What does music taste like? What is its scent? How does it feel on your skin? With their new production Tapestries, BitterSuite seek to provide the answers and much more in a uniquely engaging and hugely uplifting performance, that will change the way you hear – and indeed touch, smell and taste – music ever again.

At the beginning of the performance each audience member meets their guide, who is there to help them throughout the experience. Then, they are blindfolded. From here, each guide helps their own member walk, bare footed, into the concert space, where a string quartet awaits. Just the short walk towards this beginning, blind as a bat, brings up questions of trust and feelings of vulnerability which are played upon, in a positive way, throughout the performance. The complete loss of sight is extremely effective in re-tuning the everyday order of the senses – particularly important for an art form for which so much of the experience is based around listening. When visual distractions are impossible, it’s amazing what you can hear.

tapestries

Image: Bittersuite

As the music begins so too is each audience member (for there are several within the space) submerged deeper into the music by their guides. It’s a very physical experience – audience members are tapped, pressed, massaged in rhythm or in feeling with the piece of music playing at that time, their arms raised and dropped, and at one point, their bodies actually lifted in the air.

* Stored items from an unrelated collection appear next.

package export

import (
	"errors"
	"fmt"
	"math"

	"github.com/foilwright/foilwright/geometry"
	"github.com/foilwright/foilwright/geometry/frame"
	"github.com/foilwright/foilwright/geometry/section"
)

// Frames an export may be written in.
const (
	FramePart  = "part"  // the part's coordinates and units, through the section's frame
	FrameChord = "chord" // the normalised frame, chord units
)

// Frames returns the frames, in the order help texts give them.
func Frames() []string { return []string{FramePart, FrameChord} }

// ErrNoFrame means a part-frame export of a section that records no frame
// (a section made from chord-unit coordinates, an analytic shape): there
// is no part to map it back to.
var ErrNoFrame = errors.New("export: the section records no frame in part units")

// PlaceOptions say where Place puts a section.
type PlaceOptions struct {
	// Frame is FramePart (or "") or FrameChord.
	Frame string
	// Chord, when its value is positive, scales the normalised section to
	// a part of this chord in this unit (a part unit: mm, in, m), with its
	// leading edge at the origin and no twist, in place of the section's
	// own frame. It needs Frame FramePart.
	Chord geometry.Length
}

// Placed is a section in the coordinates of an export.
type Placed struct {
	Name  string
	Frame string        // FramePart or FrameChord
	Units geometry.Unit // of every coordinate and length here
	Nodes []geometry.Point
	// LE and TE are the leading edge and the trailing-edge midpoint, and
	// QuarterChord the point a quarter of the chord behind the leading
	// edge on the chord line.
	LE, TE, QuarterChord geometry.Point
	Chord                float64 // in Units
	TwistDeg             float64 // degrees, positive nose-up; 0 in the chord frame
	Mirrored             bool
	// Plane, when set, places the coordinates in space: (u, v) is
	// Origin + u·U + v·V (a section cut from a 3D scan, in the part frame).
	Plane *geometry.Plane
	// Sharp reports a closed trailing edge: the first and last node
	// coincide (and Nodes keeps both).
	Sharp bool
}

// sharpTol is the distance, in chord units, below which the first and last
// node count as one point (a sharp trailing edge).
const sharpTol = 1e-12

// Place returns s in the coordinates opts ask for. It returns an error
// wrapping ErrNoFrame for a part-frame export of a section without a frame
// in part units, and an error for a section with fewer than 3 nodes or an
// unusable chord.
func Place(s *section.Section, opts PlaceOptions) (*Placed, error) {
	if len(s.Nodes) < 3 {
		return nil, fmt.Errorf("export: section %q has %d node(s), want at least 3", s.Name, len(s.Nodes))
	}
	p := &Placed{Name: s.Name, Frame: FrameChord, Units: geometry.ChordUnit, Chord: 1,
		Sharp: s.Nodes[0].Dist(s.Nodes[len(s.Nodes)-1]) <= sharpTol}
	fr := frame.Frame{Chord: 1}
	switch opts.Frame {
	case "", FramePart:
		p.Frame = FramePart
		switch {
		case opts.Chord.Value != 0:
			c := opts.Chord
			if !(c.Value > 0) || math.IsInf(c.Value, 0) || c.Unit == "" || c.Unit == geometry.ChordUnit {
				return nil, fmt.Errorf("export: chord %s: want a positive length in mm, in or m", c)
			}
			fr = frame.Frame{Chord: c.Value}
			p.Units = c.Unit
		case s.Frame != nil && s.Units != "" && s.Units != geometry.ChordUnit:
			fr = frame.Frame(*s.Frame)
			p.Units = s.Units
			p.Plane = s.Frame.Plane
			if !(fr.Chord > 0) || math.IsInf(fr.Chord, 0) {
				return nil, fmt.Errorf("export: section %q: chord %g is not a positive length", s.Name, fr.Chord)
			}
		default:
			return nil, fmt.Errorf("%w (%q is in chord units): export it in the chord frame, or give it a chord length", ErrNoFrame, s.Name)
		}
	case FrameChord:
		if opts.Chord.Value != 0 {
			return nil, fmt.Errorf("export: a chord length applies to the part frame, not the chord frame")
		}
	default:
		return nil, fmt.Errorf("export: frame %q: want %s or %s", opts.Frame, FramePart, FrameChord)
	}
	p.Chord, p.TwistDeg, p.Mirrored = fr.Chord, fr.TwistDeg, fr.Mirrored
	p.Nodes = make([]geometry.Point, len(s.Nodes))
	for i, q := range s.Nodes {
		p.Nodes[i] = fr.ToPart(q)
	}
	if p.Sharp {
		p.Nodes[len(p.Nodes)-1] = p.Nodes[0]
	}
	p.LE = fr.ToPart(geometry.Point{})
	p.TE = fr.ToPart(geometry.Point{X: 1})
	p.QuarterChord = fr.ToPart(geometry.Point{X: 0.25})
	return p, nil
}

// In3D returns q of the section's plane in space: Origin + u·U + v·V, or
// (u, v, 0) when the section has no plane.
func (p *Placed) In3D(q geometry.Point) geometry.Vec3 {
	if p.Plane == nil {
		return geometry.Vec3{X: q.X, Y: q.Y}
	}
	o, u, v := p.Plane.Origin, p.Plane.U, p.Plane.V
	return geometry.Vec3{
		X: o[0] + q.X*u[0] + q.Y*v[0],
		Y: o[1] + q.X*u[1] + q.Y*v[1],
		Z: o[2] + q.X*u[2] + q.Y*v[2],
	}
}

// outline returns the nodes of the closed outline: without the repeated
// last node of a sharp trailing edge.
func (p *Placed) outline() []geometry.Point {
	if p.Sharp {
		return p.Nodes[:len(p.Nodes)-1]
	}
	return p.Nodes
}

// bounds returns the lower-left and upper-right corners of the nodes.
func (p *Placed) bounds() (lo, hi geometry.Point) {
	lo = geometry.Point{X: math.Inf(1), Y: math.Inf(1)}
	hi = geometry.Point{X: math.Inf(-1), Y: math.Inf(-1)}
	for _, q := range p.Nodes {
		lo.X, lo.Y = math.Min(lo.X, q.X), math.Min(lo.Y, q.Y)
		hi.X, hi.Y = math.Max(hi.X, q.X), math.Max(hi.Y, q.Y)
	}
	return lo, hi
}

// unitWord is the unit as a reader sees it in a comment or a label: its
// name, or "chord".
func unitWord(u geometry.Unit) string { return string(u) }

// AtStation places a section that was not cut from a 3D scan (it has no
// plane) in the plane z = position of its part coordinates, as a station
// of a blade whose span runs along z. A section with a plane keeps it.
func (p *Placed) AtStation(position float64) {
	if p.Plane != nil {
		return
	}
	p.Plane = &geometry.Plane{Origin: [3]float64{0, 0, position}, U: [3]float64{1, 0, 0}, V: [3]float64{0, 1, 0}, N: [3]float64{0, 0, 1}}
}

Never has the musical term “movement” been so apt.

But members are guided to feel the music, not just through their ears or touch, but through every sense. A tap to the chin by a disembodied hand means it’s time to open mouths and taste whatever secret treat is waiting for them.  At certain points a scent is sprayed and slowly fills the room. It’s a strange and disorientating musical isolation tank, which encourages a different and certainly more intimate approach to appreciating music than your average concert.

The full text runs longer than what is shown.